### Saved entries
——

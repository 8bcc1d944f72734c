/** Scores against worked examples of their definitions and closed forms (CRPS of the normal by scipy). */
import { describe, expect, it } from 'vitest';
import {
  coverage,
  ensembleCrps,
  intervalScore,
  mase,
  naiveScale,
  weightedIntervalScore,
} from '@/lib/forecast/scores';
import { createStream } from '@/lib/numeric/random';

describe('CRPS of an ensemble', () => {
  it.each([
    [2.5, 0.375, 1 / 6],
    [6, 2.875, 8 / 3],
  ])('of 1, 2, 3, 4 at %f is the worked value, plain and fair', (y, plain, fair) => {
    expect(ensembleCrps([3, 1, 4, 2], y)).toBeCloseTo(plain, 12);
    expect(ensembleCrps([3, 1, 4, 2], y, 'fair')).toBeCloseTo(fair, 12);
  });

  it('of one member is its distance', () => {
    expect(ensembleCrps([3], 5)).toBe(2);
    expect(() => ensembleCrps([], 5)).toThrow('members');
    expect(() => ensembleCrps([3], 5, 'fair')).toThrow('members');
  });

  it.each([
    [0, 0.233694977255],
    [1, 0.602441357628],
    [2, 1.452791821686],
  ])('of many normal draws at %f nears the closed form', (y, exact) => {
    const stream = createStream(3, 0);
    const draws = Float64Array.from({ length: 40_000 }, () => stream.normal());
    // Monte Carlo error of the mean of 40,000 values of sd below 1: 0.005.
    expect(Math.abs(ensembleCrps(draws, y, 'fair') - exact)).toBeLessThan(0.015);
  });
});

describe('interval scores', () => {
  it.each([
    [90, 110, 0.05, 100, 20],
    [90, 110, 0.05, 85, 220],
    [90, 110, 0.2, 112, 40],
  ])('of [%f, %f] with alpha %f at %f is the worked value', (low, high, alpha, y, expected) => {
    expect(intervalScore({ low, high, alpha }, y)).toBeCloseTo(expected, 10);
  });

  it('add up to the weighted one, which is twice the mean pinball loss', () => {
    const intervals = [
      { low: 95, high: 105, alpha: 0.5 },
      { low: 90, high: 112, alpha: 0.2 },
      { low: 84, high: 118, alpha: 0.05 },
    ];
    expect(weightedIntervalScore(100, intervals, 115)).toBeCloseTo(7.442857142857, 11);
    const quantiles = [
      [0.5, 100],
      ...intervals.flatMap(({ low, high, alpha }) => [
        [alpha / 2, low],
        [1 - alpha / 2, high],
      ]),
    ];
    const pinball = quantiles.map(([p, q]) => (115 >= q ? p * (115 - q) : (1 - p) * (q - 115)));
    expect(weightedIntervalScore(100, intervals, 115)).toBeCloseTo(
      (2 * pinball.reduce((sum, loss) => sum + loss, 0)) / 7,
      11,
    );
  });
});

describe('MASE', () => {
  const train = [100, 110, 105, 120, 130, 128];
  it.each([
    [1, 8.4, 0.357142857],
    [2, 12, 0.25],
  ])('with m = %i has the worked scale and value', (m, scale, expected) => {
    expect(naiveScale(train, m)).toBeCloseTo(scale, 12);
    expect(mase([135, 140, 150], [132, 141, 145], scale)).toBeCloseTo(expected, 9);
  });

  it('has no scale where nothing changes or no pair was observed; a gap is passed over', () => {
    expect(naiveScale([5, 5, 5])).toBeNull();
    expect(naiveScale([5, null, 7])).toBeNull();
    expect(naiveScale([5, 6, null, 7, 10])).toBe(2);
  });
});

it('coverage counts the ends as inside', () => {
  const interval = { low: 1, high: 2 };
  expect(coverage([interval, interval, interval, interval], [1, 2, 2.1, 0])).toBe(0.5);
});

——

### EXERCISE
Output every entry word for word.

### WRITTEN ANSWER
repository 8bcc1d944f72734c
/** Scores against worked examples of their definitions and closed forms (CRPS of the normal by scipy). */
import { describe, expect, it } from 'vitest';
import {
  coverage,
  ensembleCrps,
  intervalScore,
  mase,
  naiveScale,
  weightedIntervalScore,
} from '@/lib/forecast/scores';
import { createStream } from '@/lib/numeric/random';

describe('CRPS of an ensemble', () => {
  it.each([
    [2.5, 0.375, 1 / 6],
    [6, 2.875, 8 / 3],
  ])('of 1, 2, 3, 4 at %f is the worked value, plain and fair', (y, plain, fair) => {
    expect(ensembleCrps([3, 1, 4, 2], y)).toBeCloseTo(plain, 12);
    expect(ensembleCrps([3, 1, 4, 2], y, 'fair')).toBeCloseTo(fair, 12);
  });

  it('of one member is its distance', () => {
    expect(ensembleCrps([3], 5)).toBe(2);
    expect(() => ensembleCrps([], 5)).toThrow('members');
    expect(() => ensembleCrps([3], 5, 'fair')).toThrow('members');
  });

  it.each([
    [0, 0.233694977255],
    [1, 0.602441357628],
    [2, 1.452791821686],
  ])('of many normal draws at %f nears the closed form', (y, exact) => {
    const stream = createStream(3, 0);
    const draws = Float64Array.from({ length: 40_000 }, () => stream.normal());
    // Monte Carlo error of the mean of 40,000 values of sd below 1: 0.005.
    expect(Math.abs(ensembleCrps(draws, y, 'fair') - exact)).toBeLessThan(0.015);
  });
});

describe('interval scores', () => {
  it.each([
    [90, 110, 0.05, 100, 20],
    [90, 110, 0.05, 85, 220],
    [90, 110, 0.2, 112, 40],
  ])('of [%f, %f] with alpha %f at %f is the worked value', (low, high, alpha, y, expected) => {
    expect(intervalScore({ low, high, alpha }, y)).toBeCloseTo(expected, 10);
  });

  it('add up to the weighted one, which is twice the mean pinball loss', () => {
    const intervals = [
      { low: 95, high: 105, alpha: 0.5 },
      { low: 90, high: 112, alpha: 0.2 },
      { low: 84, high: 118, alpha: 0.05 },
    ];
    expect(weightedIntervalScore(100, intervals, 115)).toBeCloseTo(7.442857142857, 11);
    const quantiles = [
      [0.5, 100],
      ...intervals.flatMap(({ low, high, alpha }) => [
        [alpha / 2, low],
        [1 - alpha / 2, high],
      ]),
    ];
    const pinball = quantiles.map(([p, q]) => (115 >= q ? p * (115 - q) : (1 - p) * (q - 115)));
    expect(weightedIntervalScore(100, intervals, 115)).toBeCloseTo(
      (2 * pinball.reduce((sum, loss) => sum + loss, 0)) / 7,
      11,
    );
  });
});

describe('MASE', () => {
  const train = [100, 110, 105, 120, 130, 128];
  it.each([
    [1, 8.4, 0.357142857],
    [2, 12, 0.25],
  ])('with m = %i has the worked scale and value', (m, scale, expected) => {
    expect(naiveScale(train, m)).toBeCloseTo(scale, 12);
    expect(mase([135, 140, 150], [132, 141, 145], scale)).toBeCloseTo(expected, 9);
  });

  it('has no scale where nothing changes or no pair was observed; a gap is passed over', () => {
    expect(naiveScale([5, 5, 5])).toBeNull();
    expect(naiveScale([5, null, 7])).toBeNull();
    expect(naiveScale([5, 6, null, 7, 10])).toBe(2);
  });
});

it('coverage counts the ends as inside', () => {
  const interval = { low: 1, high: 2 };
  expect(coverage([interval, interval, interval, interval], [1, 2, 2.1, 0])).toBe(0.5);
});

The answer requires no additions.